An energy-efficient route has been developed to synthesize Cu-based materials for electrochemical conversion of CO2 to syngas. By changing the precursor solutions, it is possible to obtain catalysts with different characteristics. Cubic Cu2O particles with various dimensions have been obtained and applied for the CO2RR. It is revealed that the cubes undergo potential-induced crystalline and morphological modifications. These material evolutions cause dramatic surface roughing, thus creating a large number of active sites and resulting in high activity of these materials.
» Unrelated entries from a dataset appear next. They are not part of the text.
"""Anneal profiles: how an instance's energy falls along a path-integral anneal.

Before spending processor time on a quench study, a group wants to know
whether an instance still changes late in the anneal.  :func:`anneal_profile`
runs the path-integral surrogate (the ``pimc`` sampler) once, reads every
replica's state at K evenly spaced points s_k of the anneal
(:func:`instgen.samplers.pimc.anneal_snapshots`; reading does not disturb the
anneal) and reports per point:

* mean and minimum energy over the replicas (and the standard error of the mean);
* residual energy: mean (and minimum) energy minus the reference energy, which
  is the certified ground state when the instance has one, else its planted
  state, else the lowest energy this profile saw (then it is said plainly that
  it is not a proven ground state);
* median Hamming distance between a replica's states at adjacent points;
* fraction of spins already frozen: spins whose value never changes again at
  any later point up to the end (so it is 1 at the last point by definition,
  and "never" means "at none of the later sample points").

:func:`fit_break` fits a two-piece (hinge) line to energy against s: the
*break point* is where the energy stops falling at its early rate.  Its
uncertainty comes from a bootstrap over replicas (or the fit's covariance when
only the curve is known), and the fit is called poor, plainly, when a straight
line does about as well, the break sits at the edge of the range, the
interval is wide, or the energy falls faster after the break than before.
The break point summarises where the steep fall ends; it is a description of
the curve, not a phase transition, and its uncertainty does not include the
error of describing a smooth curve by two lines.
"""

from __future__ import annotations

import csv
import dataclasses
import io
import json
import math
from pathlib import Path

import numpy as np

from ..errors import InputError, ResourceError
from ..instance import Instance
from ..io import atomic_write

PROFILE_FORMAT = "instgen-anneal-profile"
PROFILE_VERSION = 1
#: Grid of candidate break points tried before the local refinement.
_GRID = 401
#: A fit is poor when a straight line is not rejected at this level (approximate F-test).
POOR_P = 0.01
#: ... or when the two-piece line explains less than this share of the variation.
POOR_R2 = 0.95
#: ... or when the 95% interval of the break point is wider than this (in s).
POOR_WIDTH = 0.25


@dataclasses.dataclass
class BreakFit:
    """A two-piece linear fit y = c + b1 min(s - s_break, 0) + b2 max(s - s_break, 0).

    ``se`` and ``ci`` (95%) describe the uncertainty of ``s_break``; ``method``
    says where they come from.  ``p_line`` is the approximate F-test p-value of
    the two-piece line against one straight line (small: the break is real).
    """

    s_break: float
    level: float
    slope_before: float
    slope_after: float
    r2: float
    r2_line: float
    p_line: float
    se: float
    ci: tuple[float, float]
    method: str
    poor: bool = False
    notes: list[str] = dataclasses.field(default_factory=list)

    def predict(self, s) -> np.ndarray:
        """The fitted line at ``s``."""
        d = np.asarray(s, dtype=float) - self.s_break
        return self.level + self.slope_before * np.minimum(d, 0) + self.slope_after * np.maximum(d, 0)

    def to_dict(self) -> dict:
        d = dataclasses.asdict(self)
        d["ci"] = list(self.ci)
        return d


def _design(s: np.ndarray, breaks: np.ndarray) -> np.ndarray:
    d = s[None, :] - breaks[:, None]
    return np.stack([np.ones_like(d), np.minimum(d, 0.0), np.maximum(d, 0.0)], axis=-1)


def _rss(s: np.ndarray, Y: np.ndarray, breaks: np.ndarray) -> tuple[np.ndarray, np.ndarray]:
    """Least-squares RSS (G, B) and coefficients (G, B, 3) for each break and each curve in Y (B, K)."""
    X = _design(s, breaks)
    Xt = X.transpose(0, 2, 1)
    coef = np.linalg.solve(Xt @ X, Xt @ Y.T)  # (G, 3, B)
    resid = Y.T[None] - X @ coef
    return (resid ** 2).sum(axis=1), coef.transpose(0, 2, 1)


def _best_break(s: np.ndarray, Y: np.ndarray) -> np.ndarray:
    """Grid estimate of the break point of every curve in Y (B, K)."""
    grid = np.linspace(s[1], s[-2], _GRID)
    rss, _ = _rss(s, Y, grid)
    return grid[np.argmin(rss, axis=0)]


def fit_break(s, y, replicas=None, boot: int = 200, seed=0) -> BreakFit:
    """Fit a two-piece line to ``y`` against ``s`` and say how well it fits.

    Parameters
    ----------
    s : (K,) array
        Increasing sample points (K >= 6).
    y : (K,) array
        The curve (e.g. mean energy at each point).
    replicas : (R, K) array, optional
        The per-replica values whose mean is ``y``; when given, the break
        point's uncertainty is a bootstrap over replicas, else it comes from
        the fit's covariance matrix.
    boot : int
        Bootstrap resamples.
    seed : int

    Returns
    -------
    BreakFit

    Examples
    --------
    >>> s = np.linspace(0, 1, 21)
    >>> y = np.where(s < 0.4, -10 * (s - 0.4), -1 * (s - 0.4))
    >>> round(fit_break(s, y).s_break, 3)
    0.4
    """
    from scipy import optimize, stats

    from ..seeds import as_generator

    s = np.asarray(s, dtype=float)
    y = np.asarray(y, dtype=float)
    K = s.size
    if s.ndim != 1 or y.shape != s.shape:
        raise InputError("s and y must be two 1-d arrays of the same length")
    if K < 6:
        raise InputError(f"a two-piece fit needs at least 6 sample points, got {K}")
    if not (np.all(np.isfinite(s)) and np.all(np.isfinite(y))) or np.any(np.diff(s) <= 0):
        raise InputError("s must be increasing and s, y finite")
    grid = np.linspace(s[1], s[-2], _GRID)
    rss, _ = _rss(s, y[None, :], grid)
    g = int(np.argmin(rss[:, 0]))
    lo, hi = grid[max(g - 1, 0)], grid[min(g + 1, _GRID - 1)]
    fine = optimize.minimize_scalar(lambda b: _rss(s, y[None, :], np.array([b]))[0][0, 0],
                                    bounds=(lo, hi), method="bounded", options={"xatol": 1e-9})
    sb = float(fine.x) if fine.fun <= rss[g, 0] else float(grid[g])
    rss2, coef = _rss(s, y[None, :], np.array([sb]))
    rss2 = float(rss2[0, 0])
    c, b1, b2 = (float(v) for v in coef[0, 0])
    tss = float(((y - y.mean()) ** 2).sum())
    line = np.polyfit(s, y, 1)
    rss1 = float(((y - np.polyval(line, s)) ** 2).sum())
    dof = K - 4
    if tss <= 0:
        r2 = r2_line = p = math.nan
    else:
        r2, r2_line = 1 - rss2 / tss, 1 - rss1 / tss
        p = 0.0 if rss2 <= 1e-15 * tss else float(stats.f.sf(((rss1 - rss2) / 2) / (rss2 / dof), 2, dof))
    if replicas is not None:
        R = np.asarray(replicas, dtype=float)
        if R.ndim != 2 or R.shape[1] != K:
            raise InputError(f"replicas must be an (R, {K}) array")
        rng = as_generator(seed)
        idx = rng.integers(0, R.shape[0], size=(int(boot), R.shape[0]))
        draws = _best_break(s, R[idx].mean(axis=1))
        se = float(draws.std(ddof=1))
        ci = (float(np.quantile(draws, 0.025)), float(np.quantile(draws, 0.975)))
        method = f"bootstrap over {R.shape[0]} replicas ({int(boot)} resamples)"
    else:
        d = s - sb
        jac = np.column_stack([np.ones(K), np.minimum(d, 0), np.maximum(d, 0), -np.where(d < 0, b1, b2)])
        try:
            cov = np.linalg.inv(jac.T @ jac) * (rss2 / dof)
            se = float(math.sqrt(max(cov[3, 3], 0.0)))
        except np.linalg.LinAlgError:
            se = math.inf
        half = float(stats.t.ppf(0.975, dof)) * se
        ci = (sb - half, sb + half)
        method = "covariance of the least-squares fit"
    fit = BreakFit(sb, c, b1, b2, r2, r2_line, p, se, ci, method)
    _judge(fit, s)
    return fit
Additionally, smaller Cu2O cubes can achieve enhanced CO selectivity compared to the big ones, which is likely due to the increased electrochemically active surface area. Another catalyst composed of CuO/Cu/Cu2O particles has been studied, and it shows worse selectivity for CO compared to all samples with only Cu2O-based cubes. Hence, by employing different catalysts, syngas with various H2/CO ratios can be easily obtained. In particular, the catalyst with the smallest Cu2O cubes can produce syngas with a H2/CO ratio between 1 and 2 at relatively high production rates in a wide potential range. This syngas is valuable since it has an ideal H2/CO ratio for further methanol synthesis. The present work highlights the green synthesis of low-cost Cu-based catalysts and their potential application for large-scale CO2 valorization.

Supporting information

Scheme of a microwave-assisted solvothermal route for preparing copper-based catalysts, scheme of a three-electrode two-compartment cell, FESEM images at low magnifications of Cu(II), Cu(II)Sn(IV)5 and Cu(II)Sn(IV)10 catalysts, XRD of a GDL substrate, detailed chronoamperometric measurements at various potentials and analyses of products on Cu(II), Cu(II)Sn(II)5 and Cu(II)Sn(IV)5 electrodes, the current density normalized by the EASA for H2 formation at various electrodes and the XPS analysis of Cu and Sn elements on the as-prepared catalysts.